Since other configurations are the same as those in the first embodiment, the same members are denoted by the same reference numerals, and overlapping drawings and descriptions are omitted.

[0030]

According to the first aspect of the present invention, at least one of the airflow-related elements is set so that the airflow increases at both ends as compared with the setting at the center of the rotor. It is possible to eliminate the difference between the air volume at the central portion and the air volume at the both ends of the rotor by increasing the air volume at both ends of the central portion as compared with the case where the air volume at the central portion is usually set to the same value as the conventional one. The air volume distribution can be made uniform without excess and deficiency, and air blowing and cooling over a wide range become uniform as set. In addition, the size and cost of the crossflow fan are not particularly increased.

According to the second aspect of the present invention, in addition to the first aspect of the present invention, the movement of air between both end portions and the center portion of the blade in which the setting of the airflow-related element of the rotor is changed is prevented. In addition, it is possible to easily guarantee an increase in the air volume at the end.

[Brief description of the drawings]

FIG. 1 is a cross-sectional view of a cross flow fan according to a first embodiment of the present invention.

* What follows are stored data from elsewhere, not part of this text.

from fleet.actions.errors import NotAllowed
from fleet.actions.issue_part import issue_part
from fleet.actions.place_supply_order import OrderedPart, place_supply_order
from fleet.actions.rebuild_balances import ledger_sums
from fleet.actions.record_visit import record_visit
from fleet.actions.strike_out import strike_out
from fleet.actions.transfer_stock import transfer_stock
from fleet.models import Part, Person, StockMove, Store, SupplyLine, SupplyOrder
from tests.factories import Carriage, at, make_depot, make_planner, make_store, on, stock
from tests.fleet.invariants_stock import broken_stock_rules
from tests.fleet.log_page import at as at_position
from tests.fleet.log_page import send

pytestmark = pytest.mark.django_db


@pytest.fixture
def weir() -> Carriage:
    return Carriage()


@pytest.fixture
def otto() -> Person:
    return make_planner(name="Otto")


@pytest.fixture
def shelf() -> Store:
    return make_store(code="SHELF", name="Depot shelf", site=make_depot())


@pytest.fixture
def van(weir: Carriage) -> Store:
    return make_store(code="VAN-R", name="Van of Rosa", person=weir.crew)


def client_of(person: Person) -> Client:
    client = Client()
    client.force_login(person)
    return client


def text(reply: Any) -> str:
    body = b"".join(reply.streaming_content) if reply.streaming else reply.content
    return str(body.decode())


def form_of(client: Client, address: str) -> dict[str, Any]:
    form = client.get(address).context["form"]
    values = {field.html_name: field.value() for field in form}
    return {name: value for name, value in values.items() if value not in (None, "")}


def fill(client: Client, name: str, store: Store, **said: Any) -> Any:
    address = reverse(name, args=[store.code])
    query = f"?part={said['part']}" if name == "count_stock" and "part" in said else ""
    return client.post(address, form_of(client, address + query) | said)


def lies(store: Store, part: Part) -> int:
    assert broken_stock_rules() == []
    return ledger_sums().get((store.pk, part.pk, "new"), 0)


def test_what_is_short_comes_first_and_says_so(weir: Carriage, otto: Person, shelf: Store) -> None:
    weir.s1.minimum = 5
    weir.s1.save()
    stock(shelf, weir.n1, 30)
    stock(shelf, weir.s1, 2)
    place_supply_order(by=otto, ordered_on=on("2024-03-01"), lines=[OrderedPart(weir.n1, 10, due_on=on("2024-03-20"))])
    page = text(client_of(otto).get("/stores/"))
    assert f"1\u00a0part lies below the minimum: {weir.s1.code}." in page
    assert page.index(f">{weir.s1.code}<") < page.index(f">{weir.n1.code}<")
    assert "overdue" in page
    assert "Depot\u00a0shelf\u00a030" in page
    short = text(client_of(otto).get("/stores/?shows=short"))
    assert f">{weir.n1.code}<" not in short
    sheet = csv.DictReader(io.StringIO(text(client_of(otto).get("/stores/?as=csv")).removeprefix("\ufeff")))
    told = {row["Part"]: row for row in sheet}[weir.n1.code]
    assert [told[name] for name in ("On hand", "Where", "Due", "Next delivery", "Minimum", "Below it by")] == [
        "30", "SHELF:30", "10", "2024-03-20", "0", "0",
    ]  # fmt: skip


def test_an_empty_book_says_what_to_do(otto: Person) -> None:
    assert "Nothing lies in a store of yours yet." in text(client_of(otto).get("/stores/"))
    assert "Nothing is on its way." in text(client_of(otto).get("/supply/"))
    assert "No delivery came against an order yet." in text(client_of(otto).get("/supply/deliveries/"))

FIGS. 2A and 2B are cross-sectional views of a rotor of the cross-flow fan in FIG. 1, in which FIG.
Is a cross-sectional view of both ends.

FIG. 3 is a perspective view of a rotor of the cross flow fan of FIG. 1;

FIG. 4 is a perspective view showing a state in which the cross flow fan of FIG. 1 is used in a copying machine.

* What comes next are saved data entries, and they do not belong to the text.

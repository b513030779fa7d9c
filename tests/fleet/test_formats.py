"""Numbers, days and intervals as people read them."""

from __future__ import annotations

import datetime as dt
import math
from decimal import Decimal

import pytest

from fleet import formats
from fleet.formats import FIXED


def plain(text: str) -> str:
    """The same text with ordinary spaces, so that the expectations can be read."""
    return text.replace(FIXED, " ")


@pytest.mark.parametrize(
    ("value", "text"),
    [
        (0, "0"),
        (61400, "61 400"),
        (1102700, "1 102 700"),
        (-4, "−4"),
        (0.6, "0.60"),
        (2.14, "2.14"),
        (12.34, "12.3"),
        (334.2, "334"),
        (147.0, "147"),
        (Decimal("6820.00"), "6 820"),
        (None, "not known"),
        (math.nan, "not known"),
        (math.inf, "no end"),
        (-0.001, "0.00"),
    ],
)
def test_number(value: formats.Number | None, text: str) -> None:
    assert plain(formats.number(value)) == text


def test_number_never_breaks_over_two_lines() -> None:
    assert " " not in formats.number(1102700)


def test_number_with_wanted_places() -> None:
    assert plain(formats.number(1234.567, 1)) == "1 234.6"
    assert plain(formats.number(3, 2)) == "3.00"


@pytest.mark.parametrize(
    ("share", "text"),
    [
        (0, "0 %"),
        (1, "100 %"),
        (0.22, "22 %"),
        (0.004, "under 1 %"),
        (0.997, "over 99 %"),
        (0.01, "1 %"),
        (None, "not known"),
    ],
)
def test_percent(share: float | None, text: str) -> None:
    """What is nearly never, or nearly always, is not written as never or always."""
    assert plain(formats.percent(share)) == text


def test_percent_with_wanted_places() -> None:
    assert plain(formats.percent(0.0004, 1)) == "under 0.1 %"
    assert plain(formats.percent(0.1234, 1)) == "12.3 %"


@pytest.mark.parametrize(
    ("value", "text"), [(61034, 61000), (70220, 70200), (999.6, 999.6), (12.34, 12.34), (0, 0), (-61034, -61000)]
)
def test_large_values_are_rounded_to_three_figures(value: float, text: float) -> None:
    assert formats.rounded(value) == text


@pytest.mark.parametrize(
    ("lower", "upper", "text"),
    [
        (14, 33, "14 to 33"),
        (14, math.inf, "over 14"),
        (None, 33, "under 33"),
        (-math.inf, 33, "under 33"),
        (None, None, ""),
        (math.nan, math.nan, ""),
    ],
)
def test_ends(lower: float | None, upper: float | None, text: str) -> None:
    assert formats.ends(lower, upper) == text


def test_ends_in_a_table() -> None:
    assert formats.ends(14, 33, dash=True) == "14–33"
    assert formats.interval("under 1 %", "3 %", dash=True) == "up to 3 %"
    assert formats.interval("under 1", "under 1") == "under 1"


def test_days() -> None:
    day = dt.date(2024, 1, 21)
    assert plain(formats.long_day(day)) == "21 January 2024"
    assert plain(formats.short_day(day, 2024)) == "21 Jan"
    assert plain(formats.short_day(day, 2026)) == "21 Jan 2024"
    assert formats.long_day(None) == formats.short_day(None) == "not known"


def test_moment() -> None:
    at = dt.datetime(2024, 1, 21, 14, 5, tzinfo=dt.UTC)
    assert plain(formats.moment(at)) == "21 January 2024, 14:05"


def test_counted() -> None:
    assert plain(formats.counted(1, "module")) == "1 module"
    assert plain(formats.counted(1204, "module")) == "1 204 modules"
    assert plain(formats.counted(2, "entry", "entries")) == "2 entries"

FIG. 5 shows the distribution of the blowing air volume of the cross flow fan of the first embodiment of the present invention and the conventional example, and the ratio of the actual air volume to the designed air volume.

6A and 6B are cross-sectional views of a rotor showing a cross-flow fan according to a second embodiment of the present invention, in which FIG. 6A is a cross-sectional view of a central portion, and FIG.

FIG. 7 is a longitudinal sectional view showing Embodiment 3 of the cross flow fan of the present invention.

FIG. 8 is a perspective view showing a conventional cross flow fan.

[Explanation of symbols]

 Reference Signs List 3 cross flow fan 7 motor 7a rotating shaft 8 rotor 11 suction port 12 outlet 13 air path 14 guide section 15 scraping section 16 casing 17 blade 21 both end plates 22 partition plate S1, S2 passage interval S3, S4 distance

Claims (2)

[Claims] 1. A rotor having blades arranged around a rotation axis, a suction port for allowing external air to be entrained in the rotation of the rotor, and air entrained by the entrained air being supplied to an air path along the outer periphery of the rotor. A cross-flow fan comprising: a guide portion for guiding the air through the air passage; and a casing having a blowout port for blowing the air swept away in the rotation direction of the rotor along the air path by the scraping portion and blowing the air to the outside. , Number, thickness, path spacing between the guide and rotor, distance between the air scraping part of the outlet and the rotor, outer diameter of the rotor, and the amount of air blown from the inlet to the outlet Wherein at least one of the airflow-related elements is set so that the airflow increases at both ends as compared with the setting at the center of the rotor. . 2. The cross-flow fan according to claim 1, wherein a partition plate is provided at a boundary position where the setting of the air volume-related element in the rotor can be changed.